WORKING DATA Start Marker

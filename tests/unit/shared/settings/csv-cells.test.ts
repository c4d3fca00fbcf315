import { describe, expect, it } from 'vitest'
import { cellMaker, decimalOf } from '../../../../shared/settings/csv-cells'
import type { Delimiter } from '../../../../shared/settings/csv-header'
import type { CsvRecord } from '../../../../shared/settings/csv-records'
import type { Entry } from '../../../../shared/settings/csv-tree'
import { Problems } from '../../../../shared/settings/problems'

const problemsWithoutPlaces = () => new Problems({ place: () => ({ line: 1, column: 1 }), shown: () => '' })
const records = (...lines: string[]): CsvRecord[] => lines.map((line, offset) => ({ cells: line.split(';'), offset }))

function decimal(lines: string[], asked?: 'point' | 'comma', delimiter: Delimiter = ';') {
  const problems = problemsWithoutPlaces()
  return [decimalOf(delimiter, records(...lines), asked, problems), ...problems.outcome().errors.map(error => error.code)]
}

describe('decimalOf', () => {
  it('is a point where commas part the cells, whatever stands in them and is asked', () => {
    expect(decimal(['setup;;jerk;0,5;'], 'comma', ',')).toEqual(['point'])
  })

  it.each([
    [['setup;;jerk;0,5;mm/s³'], 'comma'], [['zone;1;from;0,5;mm'], 'comma'], [['move;1;target;0,5;mm'], 'comma'], [['extra;;Ramp;0,5;A'], 'comma'], [['reading;;Current;0,5;A'], 'comma'],
    [['setup;;jerk;0.5;'], 'point'], [['setup;;velocityGain;0.5;'], 'point'],
  ])('is told by numeric cells: %j', (lines, sign) => expect(decimal(lines)).toEqual([sign]))

  it.each([
    ['unit;;firmware;3.12;'], ['file;;note;0,5;'], ['file;;exportedAt;2026-11-30T08:15:00.5Z;'], ['move;1;label;0,5;'], ['move;1;comment;1.5 bar;'], ['setup;;homingMethod;0,5;'], ['extra;;Recipe;0,5;text'], ['extra;;K;0,5;'], ['setup;;unknown;0,5;'],
  ])('is not told by %s', line => expect(decimal([line])).toEqual([undefined]))

  it('is what is asked, where nothing tells it', () => {
    expect(decimal(['setup;;jerk;1.500;'], 'comma')).toEqual(['comma'])
    expect(decimal(['setup;;jerk;1.500;', 'setup;;jogSpeed;0,5;'], 'point')).toEqual(['comma'])
    expect(decimal([])).toEqual([undefined])
  })

  it('is refused where cells contradict each other, once', () => {
    expect(decimal(['setup;;jerk;0.5;', 'setup;;jogSpeed;0,5;', 'zone;1;from;0,5;'])).toEqual(['mixed', 'decimal-mixed'])
  })
})

describe('cellMaker', () => {
  const spot = { offset: 0, end: 0, cell: 3 }
  function made(entry: Entry, sign: 'point' | 'comma' | 'mixed' | undefined, delimiter: Delimiter = ';') {
    const problems = problemsWithoutPlaces()
    const node = cellMaker(delimiter, sign, problems)(entry, spot, '/a')
    return [node.kind === 'cell' ? node.text : node.kind, ...problems.outcome().errors.map(error => error.code)]
  }
  const setup = (value: string): Entry => ({ section: 'setup', field: 'jerk', value, unit: '' })
  const extra = (value: string, unit = ''): Entry => ({ section: 'extra', field: 'K', value, unit })

  it.each([['0,5', '0.5'], ['-12,25', '-12.25'], ['180', '180'], ['1e3', '1e3']])('under a comma %s is %s', (value, text) => expect(made(setup(value), 'comma')).toEqual([text]))
  it.each([['0.5', 'comma'], ['1.500', 'comma'], ['1.234,5', 'comma'], ['0,5', 'point'], ['1,500', 'point'], ['1,5', undefined], ['1.5', undefined]] as const)(
    '%s is unclear under %s', (value, sign) => expect(made(setup(value), sign)).toEqual(['refused', 'number-unclear']))

  it('keeps texts as they are', () => {
    for (const entry of [{ section: 'move', field: 'label', value: '0,5', unit: '' }, { section: 'unit', field: 'firmware', value: '3.12', unit: '' }, extra('0,5', 'text')] as const) {
      expect(made(entry, 'comma')).toEqual([entry.value])
      expect(made(entry, undefined)).toEqual([entry.value])
    }
  })

  it('says nothing more where the file mixes signs', () => expect(made(setup('0,5'), 'mixed')).toEqual(['refused']))

  describe('of the drive’s own without a unit', () => {
    it.each([['1,5', 'comma', '1.5'], ['1.5', 'point', '1.5'], ['1.2.3', 'comma', '1.2.3'], ['3,4,5', 'point', '3,4,5'], ['a,b', undefined, 'a,b'], ['v1.5', undefined, 'v1.5'], ['15', undefined, '15']] as const)(
      '%s under %s is %s', (value, sign, text) => expect(made(extra(value), sign)).toEqual([text]))
    it.each([['1.5', 'comma'], ['1,5', 'point'], ['1.5', undefined], ['1,5', undefined]] as const)(
      '%s is unclear under %s', (value, sign) => expect(made(extra(value), sign)).toEqual(['refused', 'number-unclear']))
    it('a comma makes text of it where commas part the cells', () => {
      expect(made(extra('1,5'), 'point', ',')).toEqual(['1,5'])
      expect(made(extra('1,5', 'A'), 'point', ',')).toEqual(['refused', 'number-unclear'])
    })
  })

  it('names both readings', () => {
    const problems = problemsWithoutPlaces()
    cellMaker(',', 'point', problems)(setup('1,500'), spot, '/setup/jerk')
    expect(problems.outcome().errors[0]?.message).toBe('"1,500" could be 1.500 or 1500: the decimal point is the sign of this file.')
  })
})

WORKING DATA End Marker

WHAT IS NEEDED.
Gather each line of the listing that holds the string "type".

OUTPUT OF THE EXERCISE.
import type { Delimiter } from '../../../../shared/settings/csv-header'
import type { CsvRecord } from '../../../../shared/settings/csv-records'
import type { Entry } from '../../../../shared/settings/csv-tree'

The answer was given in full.